▶ [Problem]: Retrieve every line of the data holding the word "OfflineEvaluation".

+++ Record excerpts

import type { StateCreator } from 'zustand';
import type { RequestOf, ResponseOf } from '../../src-main/api/contract.ts';
import type { SplitChoice } from '../../src-main/core/eval/split-choice.ts';
import { describeError, type Client } from '../client/client.ts';
import type { AppState } from './store.ts';

export type JobState = ResponseOf<'job.status'>;
export type ModelInfo = ResponseOf<'models.list'>['models'][number];
export type HybridInfo = ResponseOf<'models.list'>['hybrid'];
export type OfflineEvaluation = NonNullable<ResponseOf<'evaluate.latest'>['evaluation']>;
export type TrainRequest = RequestOf<'train.start'>;

export interface ModelsSlice {
  models: {
    list: ModelInfo[];
    /** The validated blend stored with the models (null before the first training that learned one). */
    hybrid: HybridInfo;
    /** The training or evaluation job being watched, as last polled. */
    job: JobState | null;
    evaluation: OfflineEvaluation | null;
    errors: { list?: string; train?: string; evaluate?: string };
  };
  loadModels(): Promise<void>;
  startTraining(req?: TrainRequest): Promise<void>;
  /** `split` left out: the api's 'auto' (by time when the signals have times, else per customer at random). */
  startEvaluation(k: number, split?: SplitChoice): Promise<void>;
  cancelJob(): Promise<void>;
}

/** How often a running job is polled: often enough for a smooth bar, rare enough to cost nothing. */
export const POLL_MS = 250;

export function createModelsSlice(client: Client, sleep: (ms: number) => Promise<void>): StateCreator<AppState, [], [], ModelsSlice> {
  return (set, get) => {
    const put = (p: Partial<ModelsSlice['models']>) => set((s) => ({ models: { ...s.models, ...p } }));
    const setError = (area: keyof ModelsSlice['models']['errors'], msg: string | undefined) =>
      set((s) => {
        const errors = { ...s.models.errors };
        if (msg === undefined) delete errors[area];
        else errors[area] = msg;
        return { models: { ...s.models, errors } };
      });

    /** Polls until the job ends, then re-reads what it changed. Same polling over IPC and HTTP. */
    const watch = async (job: JobState, area: 'train' | 'evaluate') => {
      put({ job });
      let current = job;
      while (current.state === 'running') {
        await sleep(POLL_MS);
        try {
          current = await client.call('job.status', { id: current.id });
        } catch (e) {
          setError(area, describeError(e));
          return;
        }
        if (get().models.job?.id !== current.id) return; // another job took over the screen
        put({ job: current });
      }
      if (current.state === 'failed') setError(area, `${current.error ?? 'the job failed'}. Check the data on the Overview screen, then try again.`);
      await get().loadModels();
    };

    return {
      models: { list: [], hybrid: null, job: null, evaluation: null, errors: {} },
      async loadModels() {
        try {
          const [{ models, hybrid }, { evaluation }] = await Promise.all([client.call('models.list', {}), client.call('evaluate.latest', {})]);
          put({ list: models, hybrid, evaluation });
          setError('list', undefined);
        } catch (e) {
          setError('list', describeError(e));
        }
      },
      async startTraining(req = {}) {
        setError('train', undefined);
        try {
          await watch(await client.call('train.start', req), 'train');
        } catch (e) {
          setError('train', describeError(e));
        }
      },
      async startEvaluation(k, split) {
        setError('evaluate', undefined);
        try {
          await watch(await client.call('evaluate.start', { k, ...(split && { split }) }), 'evaluate');
        } catch (e) {
          setError('evaluate', describeError(e));
        }
      },
      async cancelJob() {
        const job = get().models.job;
        if (!job || job.state !== 'running') return;
        try {
          put({ job: await client.call('job.cancel', { id: job.id }) });
        } catch (e) {
          setError(job.kind === 'train' ? 'train' : 'evaluate', describeError(e));
        }
      },
    };
  };
}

++++++

▶ [Solution to the exercise]:
export type OfflineEvaluation = NonNullable<ResponseOf<'evaluate.latest'>['evaluation']>;
    evaluation: OfflineEvaluation | null;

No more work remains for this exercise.